§ **Problem description**: How many lines in the records below contain the word "WHERE"? Answer with the number alone.

Saved data entries
___

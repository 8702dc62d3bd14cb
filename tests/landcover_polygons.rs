//! `landcover-label --polygons`: the valley's labelled map as GeoJSON (RFC 7946) and
//! GeoPackage (OGC 12-128r18). Checks: per label, the polygons' area equals the raster's
//! within 0.1 % — planar area of the GeoPackage rings in the raster's CRS against pixels ×
//! pixel area, and geodesic area of the GeoJSON rings on WGS 84 (geographiclib, Karney
//! 2013) against the per-pixel ground areas of the CRS module; ring orientation as RFC 7946
//! §3.1.6 asks; GeoPackage tables, application id and geometry header as the standard
//! defines them (read back with SQLite and our own reading of the bytes here).

mod common;
#[path = "support/valley.rs"]
mod valley;

use common::{run, stderr};
use geographiclib_rs::{Geodesic, PolygonArea, Winding};
use serde_json::Value;
use std::collections::BTreeMap;
use std::path::Path;
use valley::{read_u8_tiff, river_valley, write_scene_u16, GEOKEYS};

fn s(p: &Path) -> &str {
    p.to_str().unwrap()
}

fn signed_area(r: &[(f64, f64)]) -> f64 {
    r.windows(2)
        .map(|w| w[0].0 * w[1].1 - w[1].0 * w[0].1)
        .sum::<f64>()
        / 2.0
}

/// Reads a GeoPackageBinary polygon: (srs id, rings).
fn read_gpkg_polygon(b: &[u8]) -> (i32, Vec<Vec<(f64, f64)>>) {
    assert_eq!(&b[..2], b"GP");
    assert_eq!(b[2], 0, "version");
    let flags = b[3];
    assert_eq!(flags & 1, 1, "little-endian header");
    let envelope = [0usize, 32, 48, 48, 64][((flags >> 1) & 7) as usize];
    let srs = i32::from_le_bytes(b[4..8].try_into().unwrap());
    let mut at = 8 + envelope;
    assert_eq!(b[at], 1, "WKB little-endian");
    let u32_at = |i: usize| u32::from_le_bytes(b[i..i + 4].try_into().unwrap()) as usize;
    let f64_at = |i: usize| f64::from_le_bytes(b[i..i + 8].try_into().unwrap());
    assert_eq!(u32_at(at + 1), 3, "WKB Polygon");
    let rings = u32_at(at + 5);
    at += 9;
    let mut out = Vec::new();
    for _ in 0..rings {
        let n = u32_at(at);
        at += 4;
        out.push(
            (0..n)
                .map(|k| (f64_at(at + 16 * k), f64_at(at + 16 * k + 8)))
                .collect(),
        );
        at += 16 * n;
    }
    assert_eq!(at, b.len());
    (srs, out)
}

#[test]
fn polygons_hold_the_rasters_areas_in_both_formats() {
    let dir = tempfile::tempdir().unwrap();
    let d = dir.path();
    let (w, h) = (160u32, 120u32);
    let (_, data) = river_valley(w, h);
    let scene = d.join("valley.tif");
    write_scene_u16(&scene, w, h, &data, 10.0, &GEOKEYS, Some("0"));
    let out = d.join("classes");
    let o = run(&["landcover", s(&scene), "-k", "5", "-o", s(&out)], &[]);
    assert!(o.status.success(), "{}", stderr(&o));
    let labels = d.join("labels.csv");
    std::fs::write(
        &labels,
        "class,label\n1,one\n2,two\n3,three\n4,two\n5,five\n",
    )
    .unwrap();
    let map = d.join("map");
    let classes = out.join("valley.classes.tif");
    let o = run(
        &[
            "landcover-label",
            s(&classes),
            "--labels",
            s(&labels),
            "--min-unit",
            "0.04ha",
            "--polygons",
            "geojson,gpkg",
            "-o",
            s(&map),
        ],
        &[],
    );
    assert!(o.status.success(), "{}", stderr(&o));
    let (_, _, labelled) = read_u8_tiff(&map.join("valley.labelled.tif"));
    let mut pixels: BTreeMap<u8, u64> = BTreeMap::new();
    labelled
        .iter()
        .filter(|&&v| v > 0)
        .for_each(|&v| *pixels.entry(v).or_default() += 1);
    let names = ["", "one", "two", "three", "five"];

    // GeoPackage: planar area of the rings in UTM metres = pixels × 100 m² per label.
    let db = rusqlite::Connection::open(map.join("valley.patches.gpkg")).unwrap();
    let app: i64 = db
        .query_row("PRAGMA application_id", [], |r| r.get(0))
        .unwrap();
    assert_eq!(app, 0x4750_4B47, "application_id 'GPKG'");
    let (kind, srs): (String, i64) = db
        .query_row(
            "SELECT data_type, srs_id FROM gpkg_contents WHERE table_name = 'patches'",
            [],
            |r| Ok((r.get(0)?, r.get(1)?)),
        )
        .unwrap();
    assert_eq!((kind.as_str(), srs), ("features", 32633));
    let geom_type: String = db
        .query_row(
            "SELECT geometry_type_name FROM gpkg_geometry_columns WHERE table_name = 'patches'",
            [],
            |r| r.get(0),
        )
        .unwrap();
    assert_eq!(geom_type, "POLYGON");
    let mut stmt = db
        .prepare("SELECT geom, class, label, area_m2, mean_uncertainty FROM patches")
        .unwrap();
    let mut planar: BTreeMap<u8, f64> = BTreeMap::new();
    let mut gpkg_area_attr: BTreeMap<u8, f64> = BTreeMap::new();
    let rows = stmt
        .query_map([], |r| {
            Ok((
                r.get::<_, Vec<u8>>(0)?,
                r.get::<_, i64>(1)?,
                r.get::<_, String>(2)?,
                r.get::<_, f64>(3)?,
                r.get::<_, Option<f64>>(4)?,
            ))
        })
        .unwrap();
    let mut features = 0;
    for row in rows {
        let (blob, class, label, area, unc) = row.unwrap();
        let (srs, rings) = read_gpkg_polygon(&blob);
        assert_eq!(srs, 32633);
        assert_eq!(label, names[class as usize]);
        let u = unc.expect("the uncertainty raster beside the classes is used");
        assert!((0.0..=1.0).contains(&u));
        let a: f64 = signed_area(&rings[0]).abs()
            - rings[1..].iter().map(|r| signed_area(r).abs()).sum::<f64>();
        *planar.entry(class as u8).or_default() += a;
        *gpkg_area_attr.entry(class as u8).or_default() += area;
        features += 1;
    }
    assert!(features >= 5);
    for (&c, &n) in &pixels {
        let raster = n as f64 * 100.0;
        let got = planar[&c];
        assert!(
            (got - raster).abs() <= 1e-3 * raster,
            "label {c}: {got} m² vs {raster} m²"
        );
    }

    // GeoJSON: RFC 7946 orientation, geodesic area on WGS 84 per label against the ground
    // areas of the pixels (the CRS module's per-pixel areas).
    let gj: Value =
        serde_json::from_slice(&std::fs::read(map.join("valley.patches.geojson")).unwrap())
            .unwrap();
    assert_eq!(gj["type"], "FeatureCollection");
    let geod = Geodesic::wgs84();
    let mut geodesic: BTreeMap<u8, f64> = BTreeMap::new();
    let mut attr: BTreeMap<u8, f64> = BTreeMap::new();
    for f in gj["features"].as_array().unwrap() {
        assert_eq!(f["geometry"]["type"], "Polygon");
        let class = f["properties"]["class"].as_u64().unwrap() as u8;
        *attr.entry(class).or_default() += f["properties"]["area_m2"].as_f64().unwrap();
        let mut total = 0.0;
        for (k, ring) in f["geometry"]["coordinates"]
            .as_array()
            .unwrap()
            .iter()
            .enumerate()
        {
            let pts: Vec<(f64, f64)> = ring
                .as_array()
                .unwrap()
                .iter()
                .map(|p| (p[0].as_f64().unwrap(), p[1].as_f64().unwrap()))
                .collect();
            assert_eq!(pts.first(), pts.last(), "closed ring");
            let ccw = signed_area(&pts) > 0.0;
            assert_eq!(
                ccw,
                k == 0,
                "RFC 7946: outer rings counterclockwise, holes clockwise"
            );
            let mut pa = PolygonArea::new(&geod, Winding::CounterClockwise);
            for &(lon, lat) in &pts[..pts.len() - 1] {
                pa.add_point(lat, lon);
            }
            let (_, area, _) = pa.compute(true);
            total += if k == 0 { area.abs() } else { -area.abs() };
        }
        *geodesic.entry(class).or_default() += total;
    }
    for &c in pixels.keys() {
        let (g, a) = (geodesic[&c], attr[&c]);
        assert!(
            (g - a).abs() <= 1e-3 * a,
            "label {c}: polygons {g} m², pixels {a} m²"
        );
        assert!((gpkg_area_attr[&c] - a).abs() <= 1e-6 * a);
    }
}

___

§ **Solution to the problem**: 2